Anak merupakan seseorang yang belum berusia 18 (delapan belas) tahun,
termasuk anak yang masih dalam kandungan yang selalu menjadi bagian dari
keluarga dan masyarakat. Hak seorang anak adalah memperoleh kasih sayang,
perlidungan serta pendidikan dari orang tua. Perceraian merupakan hal yang akan
menimbulkan kesengsaraan atau penderitaan secara psikis seorang anak yang akan
berdampak buruk bagi pertumbuhan dan perkembangannya, sehingga anak
merupakan pihak yang paling menderita dengan terjadinya perceraian orang tuanya.
Putusnya suatu perkawinan karena sebab kematian salah satu pihak, perceraian
ataupun atas putusan pengadilan akan menimbulkan suatu akibat hukum terhadap
harta perkawinan. Oleh karenanya perlu adanya penentuan kepemilikan harta selama
dalam hubungan perkawinan. Dalam hal perceraian dapat segera ditentukan mengenai
harta bawaan yang menjadi hak seorang isteri dan harta bawaan yang menjadi hak
suami, supaya mudah menentukan mengenai harta yang dapat dibagi yaitu mengenai
harta bersama (harta gono gini). Pada umumnya harta perkawinan itu cukup
digolongkan atas dua bagian yaitu sebagian berasal dari kekayaan suami dan isteri
masing-masing terpisah satu dari yang lain dan sebagian lagi merupakan cumpur kaya
yaitu harta bersama atau sering disebut harta gono-gini. Harta perkawinan merupakan
harta yang dikuasai suami isteri selama mereka
terikat dalam ikatan perkawinan baik harta yang berasal dari warisan, harta hibah,
harta penghasilan sendiri dan harta penghasilan bersama. Semua harta tersebut
dipengaruhi oleh sistem kekerabatan yang dianut, seperti sistem kekerabatan
patrilineal, matrilineal dan bilateral atau parental. Pada masyarakat adat yang
menganut sistem kekerabatan patrilineal dengan bentuk perkawinan pembayaran
jujur, kedudukan isteri harus tunduk pada aturan kekerabatan suami. Pada umumnya
semua harta perkawinan dikuasai oleh suami sebagai kepala rumah tangga/keluarga.

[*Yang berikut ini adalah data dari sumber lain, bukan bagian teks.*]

class AuditDialog(QDialog):
    """Asks and answers; it may stay open beside the chart."""

    def __init__(self, desk: Desk, parent: QWidget | None = None) -> None:
        super().__init__(parent)
        self.setWindowTitle("Which frame is this coordinate in?")
        self._desk = desk
        # Work of its own: neither the chart's stars nor an export take its place.
        self.jobs = Jobs(self)
        self._claim: str | None = None
        self._moment: Moment | None = None
        self._rounding: float | None = None
        self.answer: Answer | None = None
        self._make()
        self._lay_out()
        desk.changed.connect(lambda transient: None if transient else self.refresh())
        desk.selected.connect(self.refresh)
        self.refresh()
        self._show(None)
        self.resize(*SIZE)

    def _make(self) -> None:
        self.source = QComboBox(self)
        self.source.setAccessibleName("What is audited")
        self.source.activated.connect(self._source_chosen)
        self.positions = PositionsEdit(self)
        self.against, self.references = self._choice(
            "What the position should be of: a body, a star or a position", self._typed_against, BODIES
        )
        self.against.setPlaceholderText(CATALOGUE)
        self.selection = QPushButton("Selection", self)
        self.selection.setToolTip("Hold it against what is selected on the chart")
        self.selection.setAccessibleName("Hold the position against what is selected on the chart")
        self.selection.setAutoDefault(False)
        self.selection.clicked.connect(self.take_selection)
        self.claim, self.claims = self._choice(
            "The frame that the numbers are said to be in", self._typed_claim, FRAMES
        )
        self.claim.setPlaceholderText("nothing is said")
        self.place = QComboBox(self)
        self.place.addItem("as the frame implies", None)
        for place in PLACES:
            self.place.addItem(place, place)
        self.place.setAccessibleName("The place that the numbers are said to be")
        self.moment = Entry("Moment of the position; empty for that of the chart", self._typed_moment, self)
        self.rounding = Entry("Uncertainty in arcseconds; empty for half the last digit", self._typed_rounding, self)
        self.rounding.setPlaceholderText("half the last digit")
        self.site = QCheckBox(self)
        self.site.setChecked(self._desk.session.from_site)
        self.audit_button = QPushButton("Audit", self)
        self.audit_button.setDefault(True)
        self.audit_button.clicked.connect(self.audit)
        self.title = labels.lines(self, "Kind of verdict", "heading")
        self.verdict = labels.lines(self, "Verdict")
        self.details = labels.lines(self, "What else the audit says")
        self.command = QLineEdit(self)
        self.command.setReadOnly(True)
        self.command.setAccessibleName("The conversion that mends the data, ready to run")
        self.copy_command = self._copy_button("Copy", "Copy the conversion", self.copy_conversion)
        self.copy_answer = self._copy_button("Copy answer", "Copy the whole answer as text", self.copy_text)
        self.table = QTableWidget(0, len(COLUMNS), self)
        self.table.setHorizontalHeaderLabels(list(COLUMNS))
        self.table.setAccessibleName("Explanations, the nearest first; a dot marks those within 3σ")
        self.table.verticalHeader().hide()
        self.table.verticalHeader().setDefaultSectionSize(22)
        self.table.setSelectionBehavior(QAbstractItemView.SelectionBehavior.SelectRows)
        self.table.setEditTriggers(QAbstractItemView.EditTrigger.NoEditTriggers)
        self.table.setTabKeyNavigation(False)
        self.table.setShowGrid(False)
        self.table.setMinimumHeight(120)
        header = self.table.horizontalHeader()
        header.setHighlightSections(False)
        for column in range(len(COLUMNS) - 1):
            header.setSectionResizeMode(column, QHeaderView.ResizeMode.ResizeToContents)
        header.setSectionResizeMode(len(COLUMNS) - 1, QHeaderView.ResizeMode.Stretch)

    def _choice(self, name: str, typed: Any, items: tuple[str, ...]) -> tuple[Entry, QComboBox]:
        entry, combo = Entry(name, typed, self), QComboBox(self)
        combo.setLineEdit(entry)
        combo.setInsertPolicy(QComboBox.InsertPolicy.NoInsert)
        combo.setCompleter(None)  # type: ignore[arg-type]
        combo.setAccessibleName(name)
        combo.addItems(list(items))
        combo.setCurrentIndex(-1)
        combo.setSizeAdjustPolicy(QComboBox.SizeAdjustPolicy.AdjustToMinimumContentsLengthWithIcon)
        combo.setMinimumContentsLength(10)

        def picked(_text: str) -> None:
            entry.setModified(True)
            entry.commit()

        combo.textActivated.connect(picked)
        return entry, combo

    def _copy_button(self, text: str, name: str, act: Any) -> QPushButton:
        button = QPushButton(text, self)
        button.setAccessibleName(name)
        button.setToolTip(name)
        button.setAutoDefault(False)
        button.clicked.connect(act)
        return button

    def _lay_out(self) -> None:
        form = QGridLayout()
        form.setHorizontalSpacing(8)
        form.setVerticalSpacing(4)
        rows = (
            (("audit", self.source), ("said to be", self.claims)),
            (("against", self.references), ("place", self.place)),
            (("moment", self.moment), ("uncertainty", self.rounding)),
        )
        for row, pair in enumerate(rows):
            for at, (text, part) in enumerate(pair):
                label = QLabel(text, self)
                label.setBuddy(part)
                form.addWidget(label, row, 3 * at)
                form.addWidget(part, row, 3 * at + 1)
        form.addWidget(self.selection, 1, 2)
        form.setColumnStretch(1, 1)
        form.setColumnStretch(4, 1)
        foot = QHBoxLayout()
        foot.addWidget(self.site)
        foot.addStretch(1)
        foot.addWidget(Progress(self.jobs, self))
        foot.addWidget(self.audit_button)
        mend = QHBoxLayout()
        mend.setSpacing(4)
        self._mend = QLabel("mends it", self)
        self._mend.setBuddy(self.command)
        mend.addWidget(self._mend)
        mend.addWidget(self.command, 1)
        mend.addWidget(self.copy_command)
        # Long answers scroll by themselves, so that the dialog fits a low screen.
        words = QWidget()
        words.setObjectName("column")
        said = QVBoxLayout(words)
        said.setContentsMargins(0, 0, 6, 0)
        said.setSpacing(4)
        said.addWidget(self.verdict)
        said.addWidget(self.details)
        said.addStretch(1)
        self.area = QScrollArea(self)
        self.area.setFrameShape(QFrame.Shape.NoFrame)
        self.area.setWidgetResizable(True)
        self.area.setHorizontalScrollBarPolicy(Qt.ScrollBarPolicy.ScrollBarAlwaysOff)
        self.area.setWidget(words)
        self.area.setMinimumHeight(90)
        head = QHBoxLayout()
        head.addWidget(self.title, 1)
        head.addWidget(self.copy_answer)
        column = QVBoxLayout(self)
        column.setContentsMargins(12, 10, 12, 12)
        column.setSpacing(6)
        column.addWidget(self.positions)
        column.addLayout(form)
        column.addLayout(foot)
        column.addLayout(head)
        column.addWidget(self.area, 2)
        column.addLayout(mend)
        column.addWidget(self.table, 3)

    # Asking

    def refresh(self) -> None:
        """Offer what the session has now: overlays, moment, site and selection."""
        session, chosen = self._desk.session, self.source.currentData()
        self.source.clear()
        for text, overlay in auditing.names(session.overlays):
            self.source.addItem(text, overlay)
        at = next((at for at in range(self.source.count()) if self.source.itemData(at) == chosen), 0)
        self.source.setCurrentIndex(at)
        self._source_chosen()
        self.moment.setPlaceholderText(session.moment.text())
        self.site.setText(f"from {session.site.name}")
        selection = self._desk.selection
        self.selection.setEnabled(selection is not None)

    def _source_chosen(self) -> None:
        self.positions.setEnabled(self.overlay is None)

    @property
    def overlay(self) -> Overlay | None:
        """The overlay that is audited, or None where positions are typed."""
        found: Overlay | None = self.source.currentData()
        return found

    def take_selection(self) -> None:
        """Hold the position against what is selected on the chart."""
        selection = self._desk.selection
        if selection is None:
            return
        name = selection.name
        if selection.kind == pointing.DIRECTION:
            from colure.arrays import DEG, spherical

            lon, lat = spherical(selection.vector)
            name = f"icrs {float(lon) / DEG:.6f} {float(lat) / DEG:+.6f}"
        self.against.setText(name)
        self.against.setModified(True)
        self.against.commit()

    def _at(self) -> Moment:
        return self._moment if self._moment is not None else self._desk.session.moment

    def _typed_against(self, text: str) -> str | None:
        plain = text.strip()
        try:
            if plain:
                auditing.reference(plain, self._at())
        except ColureError as fault:
            return str(fault)
        self.against.show_value(plain)
        return None

    def _typed_claim(self, text: str) -> str | None:
        try:
            self._claim = parse_frame(text) if text.strip() else None
        except ColureError as fault:
            return str(fault)
        self.claim.show_value(self._claim or "")
        return None

    def _typed_moment(self, text: str) -> str | None:
        try:
            self._moment = Moment.parse(text) if text.strip() else None
        except ColureError as fault:
            return str(fault)
        self.moment.show_value(self._moment.text() if self._moment is not None else "")
        return None

    def _typed_rounding(self, text: str) -> str | None:
        plain = text.strip().rstrip('″"').replace("−", "-")
        try:
            value = float(plain) if plain else None
        except ValueError:
            return f"uncertainty '{plain[:30]}': expected arcseconds, or nothing"
        if value is not None and not 0.0 < value < 3.6e5:
            return f"uncertainty {plain}″: expected more than zero and less than 100°"
        self._rounding = value
        self.rounding.show_value("" if value is None else f"{value:g}″")
        return None

    def audit(self) -> None:
        """Ask, beside the window's own work."""
        entries = (self.against, self.claim, self.moment, self.rounding)
        for entry in entries:
            entry.commit()
        if any(entry.fault is not None for entry in entries):
            return
        numbers = None
        if self.overlay is None:
            try:
                numbers = auditing.read(self.positions.toPlainText(), self._claim, self._rounding)
            except ColureError as fault:
                self.positions.mark(str(fault))
                self.positions.setFocus()
                return
        site = self._desk.session.site if self.site.isChecked() else None
        asked = Asked(
            numbers, self.overlay, self.against.value, self._at(), site, self._claim, self.place.currentData()
        )
        self.jobs.run("Auditing", lambda: auditing.answer(asked), self._show, self._refused)

    def _refused(self, reason: str) -> None:
        self._show(None)
        self.title.setText("Cannot be audited")
        labels.dress(self.verdict, "notice")
        self.verdict.setText(reason)

    # Answering

    def _show(self, found: Answer | None) -> None:
        self.answer = found
        labels.dress(self.verdict, "muted" if found is None else "")
        self.title.setText("" if found is None else found.title)
        self.verdict.setText(HINT if found is None else found.verdict)
        self.details.setText("" if found is None else "\n".join(found.lines))
        command = "" if found is None else "; ".join(found.commands)
        self.command.setText(command)
        self.command.setCursorPosition(0)
        self.command.setToolTip(command)
        for part in (self._mend, self.command, self.copy_command):
            part.setVisible(bool(command))
        self.copy_answer.setVisible(found is not None)
        rows = () if found is None else found.rows
        self.table.setVisible(bool(rows))
        self.table.setRowCount(len(rows))
        for number, row in enumerate(rows):
            for column, text in enumerate(("·" if row.inside else "", row.sigma, row.off_lon, row.off_lat, row.words)):
                item = QTableWidgetItem(text)
                item.setToolTip(f"{row.words} [{row.code}]" + ("\nwithin 3σ" if row.inside else ""))
                if 0 < column < 4:
                    item.setTextAlignment(Qt.AlignmentFlag.AlignRight | Qt.AlignmentFlag.AlignVCenter)
                elif column == 0:
                    item.setTextAlignment(Qt.AlignmentFlag.AlignCenter)
                self.table.setItem(number, column, item)
        self.table.scrollToTop()
        self.area.verticalScrollBar().setValue(0)

    def copy_conversion(self) -> None:
        """Put the conversion on the clipboard."""
        if self.answer is not None and self.answer.commands:
            QGuiApplication.clipboard().setText("\n".join(self.answer.commands))
            self._desk.noted.emit("Copied the conversion")

    def copy_text(self) -> None:
        """Put the whole answer on the clipboard."""
        if self.answer is not None:
            QGuiApplication.clipboard().setText(self.answer.text)
            self._desk.noted.emit("Copied the audit's answer")

    def keyPressEvent(self, event: QKeyEvent) -> None:
        """Return in a field hands over that field; with Ctrl, or on the button, it asks."""
        if event.key() in (Qt.Key.Key_Return, Qt.Key.Key_Enter):
            asks = bool(event.modifiers() & Qt.KeyboardModifier.ControlModifier)
            if asks or self.focusWidget() is self.audit_button:
                self.audit()
            return
        super().keyPressEvent(event)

Apabila terjadi perceraian dan isteri meninggalkan tempat kedudukan suaminya,
berarti isteri melanggar adat, maka isteri tidak berhak menuntut bagian dari harta
bersama ataupun terhadap harta bawaannya. Sedangkan pada masyarakat yang
menganut sistem kekerabatan matrilineal yang bentuk perkawinannya semenda,
apabila terjadi perceraian maka yang berhak atas harta perkawinan adalah isteri dan
kerabat isteri, jika suami isteri bermata pencaharian berimbang maka dibagi bersama.
5. Maka sesuai Pasal 28 ayat 2 UU no 1 1974 bahwa putusan tidak surut bagi anak dan
harga.
6. Pasal 153 KHI masa iddah bagi seorang janda menurut Pasal 153 Ayat (2) KHI
adalah sebagai berikut: Apabila pernikahan putus karena perceraian, masa iddah bagi
janda yang masih haid ditetapkan tiga kali suci dengan sekurang-kurangnya 90 hari.
Dan bagi janda yang tidak haid ditetapkan 90 hari.